[Stored data entries]
——
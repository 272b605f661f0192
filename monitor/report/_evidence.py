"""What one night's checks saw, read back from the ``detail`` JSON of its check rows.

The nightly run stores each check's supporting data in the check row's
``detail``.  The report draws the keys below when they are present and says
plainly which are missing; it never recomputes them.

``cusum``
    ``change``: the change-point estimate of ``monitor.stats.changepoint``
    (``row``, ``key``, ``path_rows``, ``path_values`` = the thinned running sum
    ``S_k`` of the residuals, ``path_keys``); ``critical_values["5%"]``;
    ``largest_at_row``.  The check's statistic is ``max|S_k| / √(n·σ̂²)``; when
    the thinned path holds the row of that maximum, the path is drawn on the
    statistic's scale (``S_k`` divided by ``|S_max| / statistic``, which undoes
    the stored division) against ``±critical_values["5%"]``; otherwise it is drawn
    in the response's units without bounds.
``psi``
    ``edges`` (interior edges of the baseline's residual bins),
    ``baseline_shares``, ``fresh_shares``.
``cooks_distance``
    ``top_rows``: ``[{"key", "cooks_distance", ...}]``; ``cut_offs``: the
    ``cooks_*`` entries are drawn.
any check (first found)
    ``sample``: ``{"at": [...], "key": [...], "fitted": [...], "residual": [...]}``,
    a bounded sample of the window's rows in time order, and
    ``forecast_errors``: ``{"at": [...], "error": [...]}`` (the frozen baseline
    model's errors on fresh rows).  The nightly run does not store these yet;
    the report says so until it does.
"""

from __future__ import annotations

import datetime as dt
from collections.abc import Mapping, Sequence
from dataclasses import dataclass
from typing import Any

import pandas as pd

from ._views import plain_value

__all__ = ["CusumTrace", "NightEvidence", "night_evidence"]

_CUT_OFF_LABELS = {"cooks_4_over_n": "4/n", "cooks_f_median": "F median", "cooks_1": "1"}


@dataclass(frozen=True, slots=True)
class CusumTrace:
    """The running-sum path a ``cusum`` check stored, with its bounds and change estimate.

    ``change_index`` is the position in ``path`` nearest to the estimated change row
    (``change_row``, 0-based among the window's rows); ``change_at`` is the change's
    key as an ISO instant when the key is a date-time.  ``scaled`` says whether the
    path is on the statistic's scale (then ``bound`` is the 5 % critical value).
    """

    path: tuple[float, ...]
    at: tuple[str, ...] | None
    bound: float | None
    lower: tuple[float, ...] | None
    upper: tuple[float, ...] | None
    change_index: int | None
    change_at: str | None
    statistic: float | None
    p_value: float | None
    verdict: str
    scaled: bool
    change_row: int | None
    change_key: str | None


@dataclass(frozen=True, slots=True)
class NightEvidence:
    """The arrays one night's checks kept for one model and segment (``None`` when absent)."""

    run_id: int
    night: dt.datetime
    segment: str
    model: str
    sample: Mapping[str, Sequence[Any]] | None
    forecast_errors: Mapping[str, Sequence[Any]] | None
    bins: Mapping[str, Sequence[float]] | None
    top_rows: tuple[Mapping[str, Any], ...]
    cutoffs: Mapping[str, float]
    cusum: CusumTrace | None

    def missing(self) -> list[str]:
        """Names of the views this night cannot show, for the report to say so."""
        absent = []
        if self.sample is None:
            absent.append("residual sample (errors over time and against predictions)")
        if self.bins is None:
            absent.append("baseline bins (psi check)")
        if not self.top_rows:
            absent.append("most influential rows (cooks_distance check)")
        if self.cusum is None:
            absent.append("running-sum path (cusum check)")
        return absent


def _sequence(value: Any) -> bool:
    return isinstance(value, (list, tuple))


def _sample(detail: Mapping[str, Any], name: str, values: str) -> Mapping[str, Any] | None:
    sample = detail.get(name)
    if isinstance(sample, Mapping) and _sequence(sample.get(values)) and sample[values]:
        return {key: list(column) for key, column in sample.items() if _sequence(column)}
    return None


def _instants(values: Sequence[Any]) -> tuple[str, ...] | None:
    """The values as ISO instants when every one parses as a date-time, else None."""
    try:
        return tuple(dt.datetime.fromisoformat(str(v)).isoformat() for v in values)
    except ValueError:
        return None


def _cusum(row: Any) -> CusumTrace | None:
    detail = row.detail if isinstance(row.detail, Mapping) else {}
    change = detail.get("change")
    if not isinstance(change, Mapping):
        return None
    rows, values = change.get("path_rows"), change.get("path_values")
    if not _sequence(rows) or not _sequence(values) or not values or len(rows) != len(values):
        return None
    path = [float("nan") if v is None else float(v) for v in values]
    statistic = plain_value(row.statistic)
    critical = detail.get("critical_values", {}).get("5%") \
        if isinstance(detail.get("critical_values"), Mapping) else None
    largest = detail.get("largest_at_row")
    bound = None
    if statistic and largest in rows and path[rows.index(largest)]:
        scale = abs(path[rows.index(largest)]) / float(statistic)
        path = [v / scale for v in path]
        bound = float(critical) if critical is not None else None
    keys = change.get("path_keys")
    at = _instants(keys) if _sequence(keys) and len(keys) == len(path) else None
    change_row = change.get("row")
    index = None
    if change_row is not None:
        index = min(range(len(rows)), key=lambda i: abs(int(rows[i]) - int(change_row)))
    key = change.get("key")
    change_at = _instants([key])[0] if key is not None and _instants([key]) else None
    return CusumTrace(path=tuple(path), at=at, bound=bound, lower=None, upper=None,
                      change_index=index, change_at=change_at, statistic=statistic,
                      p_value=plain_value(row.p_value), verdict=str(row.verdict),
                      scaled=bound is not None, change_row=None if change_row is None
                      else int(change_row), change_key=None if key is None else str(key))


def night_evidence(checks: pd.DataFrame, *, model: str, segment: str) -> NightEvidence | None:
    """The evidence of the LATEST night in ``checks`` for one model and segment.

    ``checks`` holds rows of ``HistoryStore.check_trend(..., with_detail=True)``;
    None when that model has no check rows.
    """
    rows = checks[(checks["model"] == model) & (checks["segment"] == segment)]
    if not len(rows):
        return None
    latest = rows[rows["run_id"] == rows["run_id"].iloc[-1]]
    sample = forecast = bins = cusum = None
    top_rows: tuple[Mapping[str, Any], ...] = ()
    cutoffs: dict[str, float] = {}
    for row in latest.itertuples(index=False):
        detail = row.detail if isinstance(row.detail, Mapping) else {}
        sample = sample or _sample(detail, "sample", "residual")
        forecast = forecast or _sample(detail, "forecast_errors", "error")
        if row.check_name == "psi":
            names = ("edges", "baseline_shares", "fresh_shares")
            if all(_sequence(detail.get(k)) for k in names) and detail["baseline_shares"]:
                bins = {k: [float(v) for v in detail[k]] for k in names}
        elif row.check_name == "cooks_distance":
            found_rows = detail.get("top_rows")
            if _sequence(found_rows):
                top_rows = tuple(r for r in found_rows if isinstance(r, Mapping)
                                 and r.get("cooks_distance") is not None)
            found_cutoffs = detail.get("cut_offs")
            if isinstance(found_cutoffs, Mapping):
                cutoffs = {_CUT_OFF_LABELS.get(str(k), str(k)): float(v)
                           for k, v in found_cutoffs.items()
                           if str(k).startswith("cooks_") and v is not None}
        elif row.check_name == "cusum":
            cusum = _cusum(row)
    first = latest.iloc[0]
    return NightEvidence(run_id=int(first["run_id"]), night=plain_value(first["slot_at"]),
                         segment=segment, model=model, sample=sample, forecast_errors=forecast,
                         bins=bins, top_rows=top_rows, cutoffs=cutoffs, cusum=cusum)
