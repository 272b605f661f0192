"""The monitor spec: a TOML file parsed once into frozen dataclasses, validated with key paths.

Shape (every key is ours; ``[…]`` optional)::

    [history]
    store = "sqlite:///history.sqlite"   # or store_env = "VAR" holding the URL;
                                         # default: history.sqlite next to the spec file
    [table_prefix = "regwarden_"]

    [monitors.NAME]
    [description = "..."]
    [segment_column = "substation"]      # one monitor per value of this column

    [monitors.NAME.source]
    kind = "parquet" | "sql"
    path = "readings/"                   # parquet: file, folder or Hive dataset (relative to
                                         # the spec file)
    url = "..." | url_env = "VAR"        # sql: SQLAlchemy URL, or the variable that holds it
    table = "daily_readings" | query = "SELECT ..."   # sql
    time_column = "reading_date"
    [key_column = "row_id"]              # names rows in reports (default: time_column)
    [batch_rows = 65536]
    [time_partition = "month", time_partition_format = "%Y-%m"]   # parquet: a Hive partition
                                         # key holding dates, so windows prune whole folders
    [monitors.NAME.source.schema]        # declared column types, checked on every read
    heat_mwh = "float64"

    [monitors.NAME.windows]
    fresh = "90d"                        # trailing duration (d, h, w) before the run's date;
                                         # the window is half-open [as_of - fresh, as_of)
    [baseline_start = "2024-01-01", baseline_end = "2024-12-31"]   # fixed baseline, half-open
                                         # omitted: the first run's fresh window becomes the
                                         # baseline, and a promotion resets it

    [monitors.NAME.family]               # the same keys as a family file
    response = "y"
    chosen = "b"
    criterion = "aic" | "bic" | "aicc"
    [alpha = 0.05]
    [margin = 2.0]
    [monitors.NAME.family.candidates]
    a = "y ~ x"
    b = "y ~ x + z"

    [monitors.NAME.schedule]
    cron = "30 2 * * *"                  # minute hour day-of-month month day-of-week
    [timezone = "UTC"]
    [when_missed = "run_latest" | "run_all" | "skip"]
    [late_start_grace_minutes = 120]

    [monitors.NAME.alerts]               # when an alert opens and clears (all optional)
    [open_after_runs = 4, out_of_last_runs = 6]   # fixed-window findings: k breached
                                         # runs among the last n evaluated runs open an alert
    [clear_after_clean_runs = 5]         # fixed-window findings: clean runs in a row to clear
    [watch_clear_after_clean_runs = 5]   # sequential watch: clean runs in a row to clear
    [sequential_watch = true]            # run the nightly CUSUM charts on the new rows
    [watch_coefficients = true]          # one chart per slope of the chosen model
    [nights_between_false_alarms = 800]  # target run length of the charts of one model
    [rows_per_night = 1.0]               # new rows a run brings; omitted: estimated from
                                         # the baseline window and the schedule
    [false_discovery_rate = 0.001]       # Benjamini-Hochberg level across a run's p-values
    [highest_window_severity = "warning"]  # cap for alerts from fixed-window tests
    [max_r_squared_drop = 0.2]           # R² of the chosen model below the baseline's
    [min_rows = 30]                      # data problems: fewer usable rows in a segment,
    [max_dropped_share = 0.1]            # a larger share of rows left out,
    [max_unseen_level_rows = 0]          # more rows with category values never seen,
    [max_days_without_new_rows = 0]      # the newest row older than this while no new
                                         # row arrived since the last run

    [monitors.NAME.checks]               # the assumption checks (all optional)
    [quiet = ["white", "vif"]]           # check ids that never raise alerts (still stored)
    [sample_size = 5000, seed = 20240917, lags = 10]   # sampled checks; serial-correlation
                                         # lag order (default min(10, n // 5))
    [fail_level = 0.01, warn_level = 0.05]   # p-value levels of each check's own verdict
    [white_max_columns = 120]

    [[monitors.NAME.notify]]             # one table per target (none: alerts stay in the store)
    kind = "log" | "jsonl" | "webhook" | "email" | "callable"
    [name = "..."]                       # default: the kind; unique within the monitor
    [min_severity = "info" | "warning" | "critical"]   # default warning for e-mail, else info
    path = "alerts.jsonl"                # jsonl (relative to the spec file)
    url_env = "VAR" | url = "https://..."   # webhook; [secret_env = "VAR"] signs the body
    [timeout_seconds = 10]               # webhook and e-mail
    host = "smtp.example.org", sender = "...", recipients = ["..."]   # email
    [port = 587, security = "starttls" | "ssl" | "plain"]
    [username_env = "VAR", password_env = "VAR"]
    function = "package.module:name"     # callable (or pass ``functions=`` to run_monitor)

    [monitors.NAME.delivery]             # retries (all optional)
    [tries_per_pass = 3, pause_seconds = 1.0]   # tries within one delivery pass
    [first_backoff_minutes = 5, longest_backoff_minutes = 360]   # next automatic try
——
- **Your instructions**:
Output only the count of lines in the data containing "findings".

- **Result**:
2